EXCERPTED RECORDS:
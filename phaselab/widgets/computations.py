"""The explorer's computations, run by the worker thread (never on the notebook's event loop).

Each function takes plain values (a view, states, the energy, parameters) and returns a
small result object; none touches a widget or a figure. The explorer submits them to
:class:`phaselab.widgets.worker.JobRunner` and applies the results when they come back.

Results are model results; where they inform a design decision confirm them with
validated tools and the responsible engineers.
"""

from __future__ import annotations

import math
import warnings
from dataclasses import dataclass, field

import numpy as np

from phaselab.engine import status as codes
from phaselab.errors import ModelError, ParameterError, PhaselabError
from phaselab.widgets.scales import CHAOS_INDICATORS


@dataclass
class OrbitPart:
    """One orbit's result: its section, shown points, colour value and stop."""

    section: object
    points: np.ndarray          # (m, 2)
    scalar: float = float("nan")
    nu: tuple = ()
    note: str = ""
    stop: tuple | None = None


@dataclass
class OrbitBatch:
    """Orbits computed together.

    Attributes
    ----------
    parts : list of OrbitPart or None
        One per requested state (None where the seed was refused).
    reasons : list of str
        Why a seed was refused ("" where it was accepted).
    states : ndarray, shape (n, 2n)
        The initial states (NaN rows where refused).
    value_error : str
        Why colour values are missing, when they failed ("" otherwise).
    """

    parts: list
    reasons: list
    states: np.ndarray
    value_error: str = ""


def _quiet(fn, *args, **kwargs):
    with warnings.catch_warnings():
        warnings.simplefilter("ignore", RuntimeWarning)
        return fn(*args, **kwargs)


def shown_points(view, part) -> np.ndarray:
    i, j = view.axes
    pts = part.points[0, : int(part.counts[0])]
    return np.column_stack([pts[:, i], pts[:, j]]) if len(pts) else np.empty((0, 2))


def _stop_of(view, part, pts):
    """Why the orbit ended early ("" if it ran as asked) and where (shown plane)."""
    code = int(part.status[0])
    if code == codes.OK:
        return "", None
    word = codes.STATUS.get(code, f"status {code}")
    if code in codes.STOPPED or code == codes.TIME_LIMIT or code == codes.NO_CROSSING:
        where = None
        if len(pts):
            where = (float(pts[-1, 0]), float(pts[-1, 1]))
        return word, where
    return word, None


def color_values(view, section, color_by, params, energy):
    """Per-orbit values to colour by, shape (n_orbits,), and frequencies (n_orbits, k) or None.

    ``color_by``: a chaos indicator name (computed over the time each orbit's points span),
    ``"frequency"`` or ``"diffusion"`` (Laskar's frequency analysis over the same number of
    crossings), a function of a one-orbit Section returning a number, or the name of a
    per-orbit field of the Section (e.g. ``"energy_error"``).
    """
    n = section.n_orbits
    vals = np.full(n, np.nan)
    nu = None
    if color_by is None:
        return vals, nu
    system = view.system
    if isinstance(color_by, str) and color_by in CHAOS_INDICATORS:
        from phaselab.orbits.chaos import chaos_indicators

        is_map = system.kind == "map"
        m = len(system.state_symbols)
        for k in range(n):
            c = int(section.counts[k])
            if c == 0:
                continue
            span = float(c) if is_map else float(section.times[k, c - 1])
            if not span > 0:
                continue
            opts = {} if is_map else {"dt": section.dt, "method": section.method}
            ind = _quiet(chaos_indicators, system, section.seeds[k:k + 1, :m], span, params=dict(params),
                         vectors=2 if color_by == "sali" else 1, **opts)
            v = float(getattr(ind, color_by)[0])
            vals[k] = (math.log10(v) if v > 0 else np.nan) if color_by == "sali" else v
        return vals, nu
    if color_by in ("frequency", "diffusion"):
        fr = orbit_frequencies(view, section.seeds, params, max(int(np.max(section.counts, initial=0)), 32),
                               section)
        nu = fr.nu
        vals = fr.diffusion.copy() if color_by == "diffusion" else fr.nu[:, 0].copy()
        return vals, nu
    for k in range(n):
        part = section.take([k])
        if callable(color_by):
            vals[k] = float(np.ravel(color_by(part))[0])
        else:
            vals[k] = float(np.ravel(getattr(part, color_by))[0])
    return vals, nu


def orbit_frequencies(view, seeds, params, n, section=None):
    """Frequencies of the orbits from ``seeds`` sampled as the view samples them."""
    from phaselab.frequency.frequencies import frequencies

    system = view.system
    n = max(int(n), 32)
    kw = {"params": dict(params), "samples": n}
    if view.kind == "section":
        kw.update(plane=view.plane, direction=view.sign, dt=view.dt, method=view.method)
    elif view.kind == "strobe":
        kw.update(plane="stroboscopic", dt=view.dt, method=view.method)
    elif view.kind == "portrait":
        kw.update(t=view.duration, method=view.method)
    return _quiet(frequencies, system, np.asarray(seeds, float), **kw)


def orbits(view, states, energy, params, crossings, color_by=None) -> OrbitBatch:
    """Sections of ``states`` (one per row), each with its own number of crossings, and the
    values to colour them by."""
    states = np.atleast_2d(np.asarray(states, float))
    crossings = np.broadcast_to(np.asarray(crossings, int), (len(states),))
    parts = [None] * len(states)
    value_error = ""
    for c in sorted(set(int(v) for v in crossings)):
        rows = np.flatnonzero(crossings == c)
        sec = view.compute(states[rows], energy, params, crossings=c)
        try:
            vals, nu = color_values(view, sec, color_by, params, energy)
        except PhaselabError as exc:
            vals, nu, value_error = np.full(sec.n_orbits, np.nan), None, str(exc)
        except Exception as exc:  # a user's colour function: report, keep the orbits
            vals, nu, value_error = np.full(sec.n_orbits, np.nan), None, f"{type(exc).__name__}: {exc}"
        for k, row in enumerate(rows):
            one = sec.take([k])
            pts = shown_points(view, one)
            note, stop = _stop_of(view, one, pts)
            parts[row] = OrbitPart(one, pts, float(vals[k]),
                                   tuple(float(v) for v in nu[k]) if nu is not None else (), note, stop)
    return OrbitBatch(parts, [""] * len(states), states, value_error)


def seed_and_orbits(view, points, energy, params, crossings, color_by=None) -> OrbitBatch:
    """Clicked points -> states (refusals with reasons) -> their orbits."""
    seeding = view.seeds(np.atleast_2d(np.asarray(points, float)), energy, params)
    ok = np.flatnonzero(seeding.valid)
    batch = OrbitBatch([None] * len(seeding.valid), list(seeding.reasons), seeding.states)
    if ok.size:
        c = np.broadcast_to(np.asarray(crossings, int), (len(seeding.valid),))[ok]
        inner = orbits(view, seeding.states[ok], energy, params, c, color_by)
        for k, row in enumerate(ok):
            batch.parts[row] = inner.parts[k]
        batch.value_error = inner.value_error
    return batch


@dataclass
class Recomputed:
    frame: object
    batch: OrbitBatch | None


def recompute(view, seeds, energy, params, crossings, color_by=None, frame=True) -> Recomputed:
    """The frame at a new setting and every orbit from its seed."""
    fr = view.frame(energy, params) if frame else None
    if len(seeds) == 0:
        return Recomputed(fr, None)
    if fr is not None and fr.empty:
        states = np.full((len(seeds), len(view.names)), np.nan)
        return Recomputed(fr, OrbitBatch([None] * len(seeds), ["the shown plane has no allowed region at this setting"]
                                         * len(seeds), states))
    return Recomputed(fr, seed_and_orbits(view, seeds, energy, params, crossings, color_by))


@dataclass
class TraceResult:
    """The companion panels' curves of one orbit and its frequencies."""

    panel1: tuple   # (x, y) arrays
    panel2: tuple
    nu: tuple = ()
    nu_names: tuple = ()
    nu_unit: str = ""


def section_frequencies(view, section):
    """Frequencies (cycles per crossing) from the crossings already computed for one orbit of
    a surface of section, without integrating again; ``((), ())`` when too few."""
    from phaselab.frequency.frequencies import MIN_SAMPLES, analyse_samples

    c = int(section.counts[0])
    if c < MIN_SAMPLES:
        return (), ()
    n = len(view.names) // 2
    fixed = view.names.index(next(iter(view.plane))) % n
    cols = [i for i in range(n) if i != fixed]
    out = analyse_samples(section.points[:, :c], cols, step=1.0, diffusion=False)
    return tuple(float(v) for v in out.nu[0]), tuple(view.names[i] for i in cols)


def trace(view, state, params, until, crossings, section=None) -> TraceResult | None:
    """Curves for the two companion panels of the selected orbit (see ``view.panels``) and its
    frequencies (from its own crossings for a section; sampled afresh otherwise)."""
    tr = view.trace(state, params, until)
    nu, names, unit = (), (), ""
    try:
        if view.kind == "section" and section is not None:
            nu, names = section_frequencies(view, section)
            unit = "cycles per crossing"
        else:
            fr = orbit_frequencies(view, np.asarray(state, float)[None, :], params, min(max(crossings, 64), 2048))
            nu, names, unit = tuple(float(v) for v in fr.nu[0]), tuple(fr.names), fr.unit
    except PhaselabError:
        pass
    if tr is None:
        return TraceResult((np.empty(0), np.empty(0)), (np.empty(0), np.empty(0)), nu, names, unit)
    return TraceResult(*view.panel_curves(tr, params), nu=nu, nu_names=names, nu_unit=unit)


@dataclass
class PeriodicFound:
    orbit: object
    points: np.ndarray          # (k, 2) shown coordinates
    manifolds: list = field(default_factory=list)   # (branch, [ (m, 2) arrays ])
    manifold_note: str = ""


def periodic(view, guess_point, period, energy, params, manifolds=False) -> PeriodicFound:
    """The periodic orbit of ``period`` nearest the clicked point, and optionally its
    manifolds (both branches, both sides)."""
    from phaselab.structures.periodic import periodic_orbit

    seeding = view.seeds(np.atleast_2d(np.asarray(guess_point, float)), energy, params)
    if not seeding.valid[0]:
        raise ParameterError(f"no state at the clicked point: {seeding.reasons[0]}")
    guess = seeding.states[0]
    kw = {"returns": int(period), "params": dict(params)}
    if view.kind == "section":
        kw.update(plane=view.plane, energy=energy, direction=view.sign, solve_for=view.solve_for)
    elif view.kind == "portrait":
        raise ModelError("an autonomous flow of one degree of freedom has no section map: every orbit "
                         "through a level curve is periodic")
    po = _quiet(periodic_orbit, view.system, guess, **kw)
    i, j = view.axes
    pts = np.column_stack([po.points[:, i], po.points[:, j]])
    found = PeriodicFound(po, pts)
    if manifolds and po.stability in ("unstable", "inverse-unstable"):
        found.manifolds, found.manifold_note = grow_manifolds(view, po)
    return found


def grow_manifolds(view, po, length=None):
    """Both branches, both sides, of ``po``'s manifolds, in the shown axes."""
    from phaselab.structures.manifolds import manifold

    (x0, x1), (y0, y1) = view.ranges
    size = math.hypot(x1 - x0, y1 - y0)
    length = 1.5 * size if length is None else length
    i, j = view.axes
    out, notes = [], []
    for branch in ("unstable", "stable"):
        lines = []
        for side in (+1, -1):
            try:
                man = _quiet(manifold, po, branch=branch, side=side, length=length, max_segment=size / 400.0,
                             max_points=40_000)
            except PhaselabError as exc:
                notes.append(f"{branch} side {side:+d}: {exc}")
                continue
            if not man.complete and man.note:
                notes.append(f"{branch} side {side:+d} stopped early: {man.note}")
            lines += [np.column_stack([b[:, i], b[:, j]]) for b in man.branches if len(b) > 1]
        out.append((branch, lines))
    return out, "; ".join(notes)


def picture_png(snapshot, dpi=100) -> bytes:
    """PNG bytes of the current view (for the picture kept for a notebook without kernel)."""
    import io

    from phaselab.widgets.snapshot import view_figure

    fig = view_figure(snapshot, dpi=dpi)
    buf = io.BytesIO()
    fig.savefig(buf, format="png", dpi=dpi, facecolor="white")
    return buf.getvalue()


def slice_png(result, dpi=80, title=None) -> bytes:
    """PNG bytes of the figure the linked explorer's Export writes for ``result`` (a
    :class:`~phaselab.orbits.slices.SectionSlice`: the projection grid, or the slice), for
    the picture kept for a notebook without kernel."""
    import io

    import matplotlib

    from phaselab.export.figures import REPORT_RC
    from phaselab.export.slice_figures import slice_figure

    fig = slice_figure(result, dpi=dpi, title=title)
    buf = io.BytesIO()
    with matplotlib.rc_context(REPORT_RC):
        fig.savefig(buf, format="png", dpi=dpi, facecolor="white")
    return buf.getvalue()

EXERCISE PROMPT:
Count every line in the preceding entries where the string "notes" appears, then state only the total.

SOLUTION TO THIS PROBLEM:
4